The pattern of DJFS outperforming JRFS from the last analysis was seen again at all searchlight size settings. Contrary to our expectations, there was no significant improvement in performance using a searchlight selector over an ANOVA selector, despite a small apparent advantage for searchlights with radius of 0 (i.e. volume of a single voxel). There were significant disadvantages in using larger searchlights, relative to the ANOVA selector (multiple-comparison Bonferroni test executed posterior to a one-way ANOVA).
Summary of results
Figure 15 summarizes the results of all analyses, showing the mean classification accuracy over all datasets for each feature selection and data partitioning strategy examined.

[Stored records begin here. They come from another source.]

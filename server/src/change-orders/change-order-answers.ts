import { Injectable } from '@nestjs/common';
import type { AcceptQuoteRequest, BudgetLine } from '@pondwright/shared';
import { formatMoney, PricingDecimal, toDecimal } from '@pondwright/shared/pricing';
import type { EntityManager } from 'typeorm';
import { AppError } from '../common/errors/app-error';
import { AppConfig } from '../config/app-config';
import { Estimate } from '../estimates/entities/estimate.entity';
import { EstimateVersion } from '../estimates/entities/estimate-version.entity';
import { Job } from '../jobs/entities/job.entity';
import { OutboxService } from '../mail/outbox.service';
import type { QuoteLink } from '../quotes/entities/quote-link.entity';
import { HOMEOWNER, recordEstimateEvent } from '../quotes/estimate-events';
import { money, quoteAnsweredStaffMail } from '../quotes/quote-mail';
import { User } from '../users/entities/user.entity';
import { ChangeOrder } from './entities/change-order.entity';

type Answer =
  | {
      accepted: true;
      request: AcceptQuoteRequest;
      meta: { ip: string; userAgent: string };
    }
  | { accepted: false; reason: string | undefined; meta: { ip: string; userAgent: string } };

/**
 * The homeowner's answer to a change order, in the caller's transaction. Accepting checks the version
 * shown, records who, when and from where, and only then adds the change to the job's budget.
 */
@Injectable()
export class ChangeOrderAnswers {
  constructor(
    private readonly outbox: OutboxService,
    private readonly config: AppConfig,
  ) {}

  async answer(manager: EntityManager, link: QuoteLink, answer: Answer): Promise<void> {
    const order = await manager.findOneOrFail(ChangeOrder, {
      where: { id: link.changeOrderId! },
      lock: { mode: 'pessimistic_write' },
    });
    if (order.status !== 'sent') {
      throw new AppError(
        'QUOTE_ALREADY_ANSWERED',
        `This change was already ${order.status}. Contact the company to change your answer.`,
      );
    }
    const version = await manager.findOneByOrFail(EstimateVersion, { id: order.versionId });
    const job = await manager.findOneOrFail(Job, {
      where: { id: order.jobId },
      lock: { mode: 'pessimistic_write' },
    });
    const now = new Date();
    if (answer.accepted) {
      if (answer.request.contentSha256 !== version.contentSha256) {
        throw new AppError(
          'QUOTE_VERSION_CHANGED',
          'This change has been updated since you opened it. Reload the page to see it.',
        );
      }
      await manager.update(
        ChangeOrder,
        { id: order.id },
        {
          status: 'accepted',
          acceptedName: answer.request.fullName,
          acceptedIp: answer.meta.ip,
          acceptedUserAgent: answer.meta.userAgent.slice(0, 1000),
          acceptedAt: now,
        },
      );
      await manager.update(Job, { id: job.id }, { budget: grownBudget(job, order, version) });
    } else {
      await manager.update(ChangeOrder, { id: order.id }, { status: 'declined', declinedAt: now });
    }
    const action = answer.accepted ? 'change-order-accepted' : 'change-order-declined';
    await recordEstimateEvent(manager, {
      companyId: job.companyId,
      estimateId: job.estimateId,
      actorLabel: HOMEOWNER,
      action,
      detail: {
        number: order.number,
        total: order.summary.total,
        ip: answer.meta.ip,
        ...(answer.accepted
          ? { fullName: answer.request.fullName, sha256: version.contentSha256 }
          : { reason: answer.reason ?? null }),
      },
    });
    const [estimate, sender] = await Promise.all([
      manager.findOneByOrFail(Estimate, { id: job.estimateId }),
      manager.findOneByOrFail(User, { id: link.createdById }),
    ]);
    await this.outbox.enqueue(manager, {
      companyId: job.companyId,
      kind: `${action}-staff`,
      to: sender.email,
      ...quoteAnsweredStaffMail({
        answer: answer.accepted ? 'accepted' : 'declined',
        estimateNumber: estimate.number,
        title: `change order ${order.number}: ${order.title}`,
        customerName: answer.accepted ? answer.request.fullName : 'The homeowner',
        detail: answer.accepted
          ? `It adds ${money(order.summary.total, job.budget.currency)}; the job's budget now totals ${money(order.summary.newJobTotal, job.budget.currency)}.`
          : answer.reason
            ? `Their reason: ${answer.reason}`
            : 'They gave no reason.',
        url: `${this.config.publicAppUrl}/jobs/${job.id}`,
      }),
    });
  }
}

/** The job's budget with an accepted change order's lines and price added. */
function grownBudget(job: Job, order: ChangeOrder, version: EstimateVersion): Job['budget'] {
  const budget = job.budget;
  const sum = (lines: BudgetLine[], pick: (line: BudgetLine) => string) =>
    lines.reduce((total, line) => total.plus(toDecimal(pick(line))), new PricingDecimal(0));
  const labor = order.budgetLines.filter((line) => line.category === 'labor');
  return {
    ...budget,
    versionNumber: version.versionNumber,
    contentSha256: version.contentSha256,
    lines: [...budget.lines, ...order.budgetLines],
    cost: formatMoney(toDecimal(budget.cost).plus(sum(order.budgetLines, (l) => l.extendedCost))),
    priceBeforeTax: formatMoney(
      toDecimal(budget.priceBeforeTax).plus(toDecimal(order.summary.priceBeforeTax)),
    ),
    tax: formatMoney(toDecimal(budget.tax).plus(toDecimal(order.summary.tax))),
    total: formatMoney(toDecimal(budget.total).plus(toDecimal(order.summary.total))),
    laborHours: toDecimal(budget.laborHours)
      .plus(sum(labor, (l) => l.quantity))
      .toFixed(2),
  };
}
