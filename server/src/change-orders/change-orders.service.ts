import { Injectable } from '@nestjs/common';
import { InjectDataSource } from '@nestjs/typeorm';
import {
  changeOrderDifference,
  createChangeOrderRequestSchema,
  sendInvoiceRequestSchema,
  type BudgetLine,
  type ChangeOrderView,
  type CreateChangeOrderRequest,
} from '@pondwright/shared';
import {
  formatMoney,
  sumDecimals,
  toDecimal,
  type LineReduction,
  type PricedLine,
} from '@pondwright/shared/pricing';
import { DataSource, IsNull, type EntityManager } from 'typeorm';
import { hashToken, newSecureToken } from '../auth/secure-token';
import { AppError } from '../common/errors/app-error';
import { TenantContext } from '../common/tenancy/tenant-context';
import { isUuid } from '../common/tenancy/tenant-repository';
import { parseBody } from '../common/validation/parse-body';
import { AppConfig } from '../config/app-config';
import { Company } from '../companies/entities/company.entity';
import { EstimateVersion } from '../estimates/entities/estimate-version.entity';
import { Estimate } from '../estimates/entities/estimate.entity';
import { versionSha256 } from '../estimates/content-hash';
import { fieldErrors } from '../estimates/field-errors';
import { priceEstimateContent, type UncheckedContent } from '../estimates/price-estimate';
import { Job } from '../jobs/entities/job.entity';
import { findCompanyJob } from '../jobs/find-job';
import { OutboxService } from '../mail/outbox.service';
import { PriceBookVersion } from '../price-book/entities/price-book-version.entity';
import { QuoteAcceptance } from '../quotes/entities/quote-acceptance.entity';
import { QuoteLink } from '../quotes/entities/quote-link.entity';
import { recordEstimateEvent } from '../quotes/estimate-events';
import { money } from '../quotes/quote-mail';
import { User } from '../users/entities/user.entity';
import { changeOrderMail } from './change-order-mail';
import { ChangeOrder } from './entities/change-order.entity';
import { amountPaid, isInvoiced, supersedingChange, versionInForce } from './job-contract';
import { lookUpTogether } from '../database/look-up-together';

const LINK_DAYS = 30;

/**
 * Change orders on a job. Each is priced with the accepted version's price book on top of the version
 * in force (the accepted quote and the change orders accepted since), frozen as the estimate's next
 * version, and sent to the homeowner; the job's budget changes only when the homeowner accepts. A
 * change adds work (manual lines), takes work off lines of the job (a credit, priced at the rates the
 * lines were sold at), or both.
 */
@Injectable()
export class ChangeOrdersService {
  constructor(
    @InjectDataSource() private readonly dataSource: DataSource,
    private readonly tenant: TenantContext,
    private readonly outbox: OutboxService,
    private readonly config: AppConfig,
  ) {}

  async list(jobId: string): Promise<ChangeOrderView[]> {
    const manager = this.dataSource.manager;
    const job = await this.findJob(manager, jobId);
    const orders = await manager.find(ChangeOrder, {
      where: { jobId: job.id, companyId: job.companyId },
      order: { number: 'ASC' },
    });
    return Promise.all(orders.map((order) => this.view(manager, order)));
  }

  /**
   * Prices the change on the version in force and freezes it as the estimate's next version. Work
   * taken off must be on a line of the job and leave less of it; a credit may not take the job's
   * total below what the homeowner has paid (409 `CREDIT_EXCEEDS_PAID`), and an invoiced job takes
   * no more changes (409 `JOB_INVOICED`). Nothing is saved when any of it is refused.
   */
  async create(jobId: string, body: unknown, actorId: string): Promise<ChangeOrderView> {
    const request = parseBody(createChangeOrderRequestSchema, body);
    const id = await this.dataSource.transaction(async (manager) => {
      const job = await this.findJob(manager, jobId, true);
      if (job.status === 'closed') throw new AppError('JOB_CLOSED', 'This job is closed.');
      if (await isInvoiced(manager, job)) {
        throw new AppError(
          'JOB_INVOICED',
          'The final invoice for this job is issued, so its total can no longer change.',
        );
      }
      const base = await versionInForce(manager, job);
      const acceptance = await manager.findOneByOrFail(QuoteAcceptance, { id: job.acceptanceId });
      checkReductions(request, jobLines(base, acceptance.optionIds));
      const [{ next }] = (await manager.query(
        'SELECT coalesce(max(number), 0) + 1 AS next FROM change_orders WHERE job_id = $1',
        [job.id],
      )) as [{ next: number }];
      const number = Number(next);
      const prefix = `co${number}-`;
      const book = await manager.findOneByOrFail(PriceBookVersion, { id: base.priceBookVersionId });
      const lineReductions = mergeReductions(base.content.lineReductions ?? [], request);
      const { content, computed } = priceEstimateContent(
        {
          ...base.content,
          manualLines: [
            ...base.content.manualLines,
            ...request.lines.map((line, index) => ({ ...line, id: `${prefix}${index + 1}` })),
          ],
          ...(lineReductions.length > 0 ? { lineReductions } : {}),
        } as UncheckedContent,
        book.content,
      );
      const difference = changeOrderDifference({
        before: base.computed.priced,
        after: computed.priced,
        chosenOptionIds: acceptance.optionIds,
        addedLineIds: request.lines.map((_, index) => `manual:${prefix}${index + 1}`),
        reducedLineIds: request.reductions.map((reduction) => reduction.lineId),
      });
      const total = toDecimal(difference.total);
      const newJobTotal = toDecimal(job.budget.total).plus(total);
      if (total.isNegative()) {
        const paid = await amountPaid(manager, job);
        if (newJobTotal.lessThan(paid)) {
          const currency = job.budget.currency;
          throw new AppError(
            'CREDIT_EXCEEDS_PAID',
            `This credit would bring the job's total to ${money(formatMoney(newJobTotal), currency)}, below the ${money(formatMoney(paid), currency)} the homeowner has already paid. Take off at most ${money(formatMoney(toDecimal(job.budget.total).minus(paid)), currency)}, tax included.`,
          );
        }
      }
      const [{ versionNumber }] = (await manager.query(
        'SELECT max(version_number) + 1 AS "versionNumber" FROM estimate_versions WHERE estimate_id = $1',
        [job.estimateId],
      )) as [{ versionNumber: number }];
      const version = await manager.save(
        manager.create(EstimateVersion, {
          estimateId: job.estimateId,
          versionNumber: Number(versionNumber),
          content,
          computed,
          contentSha256: versionSha256(content, computed),
          priceBookVersionId: base.priceBookVersionId,
          finalisedById: actorId,
          finalisedAt: new Date(),
        }),
      );
      const order = await manager.save(
        manager.create(ChangeOrder, {
          companyId: job.companyId,
          jobId: job.id,
          number,
          title: request.title,
          reason: request.reason,
          versionId: version.id,
          baseVersionId: base.id,
          summary: {
            number,
            title: request.title,
            reason: request.reason,
            lines: difference.lines,
            priceBeforeTax: difference.priceBeforeTax,
            tax: difference.tax,
            total: difference.total,
            previousJobTotal: job.budget.total,
            newJobTotal: formatMoney(newJobTotal),
          },
          budgetLines: difference.added.map(budgetLine),
          budgetReductions: difference.reductions,
          status: 'ready',
          createdById: actorId,
        }),
      );
      await recordEstimateEvent(manager, {
        companyId: job.companyId,
        estimateId: job.estimateId,
        actorId,
        action: 'change-order-created',
        detail: { number, versionNumber: version.versionNumber, total: difference.total },
      });
      return order.id;
    });
    const manager = this.dataSource.manager;
    return this.view(manager, await manager.findOneByOrFail(ChangeOrder, { id }));
  }

  /** Sends (or sends again) the change order to the homeowner as a link. */
  async send(
    jobId: string,
    orderId: string,
    body: unknown,
    actorId: string,
  ): Promise<ChangeOrderView> {
    const request = parseBody(sendInvoiceRequestSchema, body);
    await this.dataSource.transaction(async (manager) => {
      const job = await this.findJob(manager, jobId, true);
      const order = isUuid(orderId)
        ? await manager.findOneBy(ChangeOrder, { id: orderId, jobId: job.id })
        : null;
      if (!order) throw new AppError('NOT_FOUND', 'Change order not found');
      if (order.status === 'accepted' || order.status === 'declined') {
        throw new AppError(
          'QUOTE_ALREADY_ANSWERED',
          `This change order was already ${order.status}.`,
        );
      }
      if (await isInvoiced(manager, job)) {
        throw new AppError(
          'JOB_INVOICED',
          'The final invoice for this job is issued, so its total can no longer change.',
        );
      }
      const superseding = await supersedingChange(manager, job, order);
      if (superseding) {
        throw new AppError(
          'CHANGE_ORDER_SUPERSEDED',
          `Change order ${superseding.number} was accepted after this one was priced, so its figures no longer hold. Make a new change order for it.`,
        );
      }
      const acceptance = await manager.findOneByOrFail(QuoteAcceptance, { id: job.acceptanceId });
      const acceptedLink = await manager.findOneByOrFail(QuoteLink, { id: acceptance.linkId });
      await manager.update(
        QuoteLink,
        { changeOrderId: order.id, revokedAt: IsNull() },
        { revokedAt: new Date() },
      );
      const token = newSecureToken();
      const recipient = request.recipientEmail ?? acceptedLink.recipientEmail;
      await manager.insert(QuoteLink, {
        companyId: job.companyId,
        estimateId: job.estimateId,
        versionId: order.versionId,
        tokenHash: hashToken(token),
        recipientEmail: recipient,
        expiresAt: new Date(Date.now() + LINK_DAYS * 86_400_000),
        revokedAt: null,
        firstViewedAt: null,
        changeOrderId: order.id,
        createdById: actorId,
      });
      await manager.update(ChangeOrder, { id: order.id }, { status: 'sent' });
      const [estimate, company, sender] = await lookUpTogether(manager, [
        () => manager.findOneByOrFail(Estimate, { id: job.estimateId }),
        () => manager.findOneByOrFail(Company, { id: job.companyId }),
        () => manager.findOneByOrFail(User, { id: actorId }),
      ]);
      await this.outbox.enqueue(manager, {
        companyId: job.companyId,
        kind: 'change-order-sent',
        to: recipient,
        replyTo: sender.email,
        ...changeOrderMail({
          companyName: company.name,
          customerName: acceptance.fullName,
          jobTitle: estimate.title,
          summary: order.summary,
          currency: job.budget.currency,
          url: `${this.config.publicAppUrl}/q/${token}`,
        }),
      });
      await recordEstimateEvent(manager, {
        companyId: job.companyId,
        estimateId: job.estimateId,
        actorId,
        action: 'change-order-sent',
        detail: { number: order.number, recipientEmail: recipient },
      });
    });
    const manager = this.dataSource.manager;
    return this.view(manager, await manager.findOneByOrFail(ChangeOrder, { id: orderId }));
  }

  private async view(manager: EntityManager, order: ChangeOrder): Promise<ChangeOrderView> {
    const [version, link] = await lookUpTogether(manager, [
      () => manager.findOneByOrFail(EstimateVersion, { id: order.versionId }),
      () =>
        manager.findOne(QuoteLink, {
          where: { changeOrderId: order.id },
          order: { createdAt: 'DESC' },
        }),
    ]);
    const cost = sumDecimals([
      ...order.budgetLines.map((line) => toDecimal(line.extendedCost)),
      ...order.budgetReductions.map((reduction) =>
        toDecimal(reduction.extendedCost).minus(toDecimal(reduction.previous.extendedCost)),
      ),
    ]);
    return {
      ...order.summary,
      id: order.id,
      jobId: order.jobId,
      status: order.status,
      versionNumber: version.versionNumber,
      contentSha256: version.contentSha256,
      cost: formatMoney(cost),
      sentTo: link?.recipientEmail ?? null,
      acceptedByName: order.acceptedName,
      acceptedAt: order.acceptedAt?.toISOString() ?? null,
      declinedAt: order.declinedAt?.toISOString() ?? null,
      createdAt: order.createdAt.toISOString(),
    };
  }

  private findJob(manager: EntityManager, id: string, lock = false): Promise<Job> {
    return findCompanyJob(manager, id, this.tenant.companyId, lock);
  }
}

/**
 * The job's priced lines in a version: its base lines and those of the options the homeowner chose
 * (the lines of the job's budget, by the same ids).
 */
function jobLines(
  version: EstimateVersion,
  chosenOptionIds: ReadonlyArray<string>,
): Map<string, PricedLine> {
  const priced = version.computed.priced;
  return new Map(
    [
      ...priced.lines,
      ...priced.options
        .filter((option) => chosenOptionIds.includes(option.id))
        .flatMap((option) => option.lines),
    ].map((line) => [line.id, line]),
  );
}

/** Each line work is taken off must be one of the job's, and keep less than it has (400 otherwise). */
function checkReductions(request: CreateChangeOrderRequest, lines: Map<string, PricedLine>): void {
  const details = request.reductions.flatMap((reduction, index) => {
    const line = lines.get(reduction.lineId);
    if (!line) {
      return [
        {
          field: `reductions.${index}.lineId`,
          message: 'Choose a line of the job’s budget: this one is not in the work agreed',
        },
      ];
    }
    if (!toDecimal(reduction.newQuantity).lessThan(toDecimal(line.quantity))) {
      return [
        {
          field: `reductions.${index}.newQuantity`,
          message: `Enter less than ${line.quantity} ${line.unit}: a credit takes work off (add new work as a line)`,
        },
      ];
    }
    return [];
  });
  if (details.length > 0) throw fieldErrors(details);
}

/**
 * The version's reductions with the change's: a line reduced again keeps the change's quantity, which
 * is what the job keeps of the line as first priced.
 */
function mergeReductions(
  previous: ReadonlyArray<LineReduction>,
  request: CreateChangeOrderRequest,
): LineReduction[] {
  const merged = new Map(previous.map((reduction) => [reduction.lineId, reduction]));
  for (const reduction of request.reductions) {
    merged.set(reduction.lineId, {
      lineId: reduction.lineId,
      newQuantity: toDecimal(reduction.newQuantity).toFixed(),
    });
  }
  return [...merged.values()];
}

function budgetLine(line: PricedLine): BudgetLine {
  return {
    id: line.id,
    category: line.category,
    description: line.description,
    code: line.code,
    source: line.source,
    // Hand-written lines name no labor task; the cost report lists them apart.
    task: null,
    quantity: line.quantity,
    unit: line.unit,
    unitCost: line.unitCost,
    extendedCost: line.extendedCost,
    price: line.price,
  };
}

The results clearly illustrate the established effects of a cross-session penalty in classification accuracy, and in the groupwise results, an advantage as the number of training sessions and trials increases due to an improvement of signal-to-noise ratio and a broader sampling of the population of trials and subjects. Our feature selection and partitioning strategies both outperform the conventional methods, and DJFS has an advantage over JRFS, approaching the benchmark levels of within-subject analysis. In terms of the feature selector, cross-validated searchlight results are slightly higher than ANOVA, but not significantly, and only for a minimal searchlight size of 1 voxel.